Why do enterprises need to do data governance ?
With the deepening of digital transformation , As a core asset, data should drive business and release value , need :
- Can get in , All kinds of large 、 diversity 、 Real time data sources can be efficiently integrated ;
- Can hold , The cost performance of long-term storage of massive data is high , There is no need to do all kinds of mode conversion , Easy to analyze and calculate ;
- It can be sorted out , Modeling based on industry best practices , The relationship between the data is clearly visible , The meaning is easy to understand , Quality problems are found in time ;
- You can find it quickly , Quickly find what you need is data assets , Can quickly analyze the value ;
- It works well , Data value is explicit , Respond quickly to business needs , Drive business improvement .
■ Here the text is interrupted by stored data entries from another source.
"""Find the scheme of each column: its own (constant, linear, zigzag, step) or one across columns.

Each candidate is fitted from the majority of lines and scored by its
*support*, the share of lines it explains exactly; the best candidate with a
majority wins, a column's own scheme winning a tie (the scribe's own rule is
the simpler explanation).  A relation the user states replaces detection for
its column.  Columns are then ordered so that a column is checked after the
columns it is computed from.
"""

from __future__ import annotations

from .columns import fit_cross
from .published import _line_share, match_column
from .stated import parse_scheme, scheme_call
from .relation import RelationScheme, parse_relation
from .schemes import (ConstantScheme, Frame, LinearScheme, Scheme, lcm_all, support_chained,
                      support_row)
from .steps import StepDifferenceScheme, StepScheme
from ..tables import Table
from .zigzag import ZigzagScheme

__all__ = ["make_frame", "detect_schemes"]

_OWN = (ConstantScheme, LinearScheme, ZigzagScheme, StepScheme)


def make_frame(table: Table) -> Frame:
    """Scale every exact value of the table to an integer on one common scale."""
    dens = set()
    for col in table.columns.values():
        dens.update(60 ** p for p in col.cells.plain_places())
        for _, c in col.cells.kept():
            if c.num is not None:
                dens.add(60 ** c.places)
            elif c.exact is not None:
                dens.add(c.exact.denominator)
    # Twice the common denominator: a zigzag's extremes are half-sums of two
    # lines (M = (y_n + y_n+1 + d)/2), and so stay integers on this scale.
    scale = 2 * (lcm_all(dens) if dens else 1)
    written = {name: col.cells.scaled(scale) for name, col in table.columns.items()}
    modulus = {name: (360 * scale if col.longitude else None) for name, col in table.columns.items()}
    floating = {name: col.floating for name, col in table.columns.items()}
    return Frame(names=list(table.columns), written=written, scale=scale, modulus=modulus,
                 floating=floating, nrows=table.nrows)


def _own(frame: Frame, name: str) -> Scheme | None:
    """The column's own scheme: most pairs of lines explained, then most lines in one chain.

    A scheme is taken when it explains most pairs of lines, or (a short
    fragment with slips on both sides of a turn) one chain of it explains
    most lines.
    """
    best, best_key = None, None
    for cls in _OWN:
        scheme = cls.fit(name, frame)
        if scheme is None:
            continue
        if scheme.chained:
            scheme.support = support_chained(scheme, frame.written[name], frame.written)
            lines = _line_share(scheme, frame.written[name])
        else:
            scheme.support = support_row(scheme, frame.written[name], frame.written)
            lines = 0.0
        key = (scheme.support, lines)
        if (scheme.support > 0.5 or lines > 0.5) and (best is None or key > best_key):
            best, best_key = scheme, key
    return best


def _listed(texts) -> list[str]:
    # The door of relation= and scheme=: a text, or a list or tuple of texts.
    if texts is None or isinstance(texts, str):
        return [texts] if texts else []
    bad = texts if not isinstance(texts, (list, tuple)) else next(
        (t for t in texts if t is not None and not isinstance(t, str)), None)
    if bad is not None:
        from ..errors import NumcheckError
        raise NumcheckError(f"A relation or scheme is a text like 'C = A + B' (or a list of "
                            f"them), not {type(bad).__name__}.")
    return [t for t in texts if t]


def _stated(frame: Frame, relation, scheme) -> dict[str, Scheme]:
    """The relations and schemes the user states, by column (they replace detection there)."""
    out: dict[str, Scheme] = {}
    texts = [("relation", t) for t in _listed(relation)] + [("scheme", t) for t in _listed(scheme)]
    for how, text in texts:
        call = scheme_call(text) if how == "relation" else text
        if call is not None:
            s = parse_scheme(call, frame)
            s.stated = text
            match_column(frame, s.column, s, keep=True)
        else:
            target, tree, modulus = parse_relation(text, frame.names)
            s = RelationScheme(target, frame, text, tree, modulus)
        if s.chained:
            s.support = support_chained(s, frame.written[s.column], frame.written)
        else:
            s.support = support_row(s, frame.written[s.column], frame.written)
        out[s.column] = s
    return out


def detect_schemes(frame: Frame, relation=None, scheme=None, model=None) -> list[Scheme]:
    """The scheme of each column that has one, in the order they must be checked.

    *relation* and *scheme* are what the user states (a text or a list of
    texts each): those columns are checked against them and nothing else.
    *model* forces the model of function columns (``audit/functions``).
    """
    chosen: dict[str, Scheme] = _stated(frame, relation, scheme)
    stated = set(chosen.values())
    for name in frame.names:
        if name in chosen:
            continue
        # the column's own fit, or the published scheme that explains it better
        own = match_column(frame, name, _own(frame, name))
        if own is not None:
            chosen[name] = own
    taken = {n for n, s in chosen.items() if s in stated or s.support == 1.0}
    for scheme in fit_cross(frame, taken):
        if scheme.chained:
            scheme.support = support_chained(scheme, frame.written[scheme.column], frame.written)
        else:
            scheme.support = support_row(scheme, frame.written[scheme.column], frame.written)
        current = chosen.get(scheme.column)
        if current is None or scheme.support > current.support:
            chosen[scheme.column] = scheme
    _step_differences(frame, chosen)
    # Tables of computed functions (chords, declinations, ...): audit/functions/.
    from .functions import fit_functions
    fit_functions(frame, chosen, model=model, keep={s.column for s in stated})
    return _ordered(chosen, stated)


def _step_differences(frame: Frame, chosen: dict[str, Scheme]) -> None:
    """A column whose running sum is a step-function longitude holds its steps."""
    from .columns import RunningSumScheme
    for lon in [s for s in chosen.values() if isinstance(s, StepScheme)]:
        for name in frame.names:
            if name == lon.column or (name in chosen and chosen[name].support == 1.0):
                continue
            probe = RunningSumScheme(lon.column, frame, name, frame.modulus.get(lon.column))
            if support_chained(probe, frame.written[lon.column], frame.written) > 0.5:
                s = StepDifferenceScheme(name, frame, lon)
                s.support = support_row(s, frame.written[name], frame.written)
                if s.support > 0.5 and (name not in chosen or s.support > chosen[name].support):
                    chosen[name] = s


def _ordered(chosen: dict[str, Scheme], stated=frozenset()) -> list[Scheme]:
    """Columns after the columns they depend on; a cycle drops the weaker scheme (never a stated one)."""
    out: list[Scheme] = []
    done: set[str] = set()
    pending = dict(chosen)
    while pending:
        ready = [s for s in pending.values()
                 if all(d in done or d not in pending for d in s.inputs)]
        if not ready:
            weakest = min(pending.values(), key=lambda s: (s in stated, s.support))
            del pending[weakest.column]
            continue
        for s in sorted(ready, key=lambda s: list(chosen).index(s.column)):
            out.append(s)
            done.add(s.column)
            del pending[s.column]
    return out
However, to achieve the above goals , There are also three major challenges :
- Data governance is difficult : From data to assets supporting business , Traditional database 、 Technologies such as data warehouse modeling and knowledge atlas cannot meet the needs of enterprise business process analysis and decision-making , It is difficult to manage and analyze massive heterogeneous data , Well managed data is also difficult to effectively integrate with Applications ;
- Numerous systems and complex architectures : As the business grows , Many systems need to be managed, such as lakes 、 warehouse 、AI etc. ;
- High technical threshold : Most enterprises lack big data related personnel , R & D efficiency is low , Maintenance costs are high .
DataArts Automate data governance 、 Intelligent
at present , Data management production line DataArts There are abundant practices inside and outside Huawei . In the internal , Manage the production line based on data DataArts, Huawei produces 10 More than million high-quality data assets ; On the outside ,DataArts Yes 1000 More than government and enterprise customers , Tens of millions of data tasks run on the cloud every day .

Huawei cloud data governance production line DataArts It can help enterprises solve the challenges faced by data intelligence , Making data work , And can meet the core demands of enterprise data governance .
The so-called data production line , seeing the name of a thing one thinks of its function , Just like the production line , Put massive complex and disordered data , Production becomes a clean, transparent and high-quality data energy , To the business .
Huawei cloud data governance production line DataArts It can help enterprise data enter the lake in real time 、 analysis 、 Handle ; Have AI Ability to achieve intelligent data preparation and management ; Have full link data security management , Protect your private data , Conduct compliance audits of data usage ; Help enterprises to deposit data assets , Give full play to the value of data , Realize business innovation and development .
Simply speaking , Data management production line DataArts Changed the tradition “ People pull their shoulders against ” Data processing method , Help improve efficiency ; Lower the technical threshold , Give Way “ Everyone is an analyst ”; Give Way “ data ‘ Wisdom ’ speak ”, Drive efficient decision making .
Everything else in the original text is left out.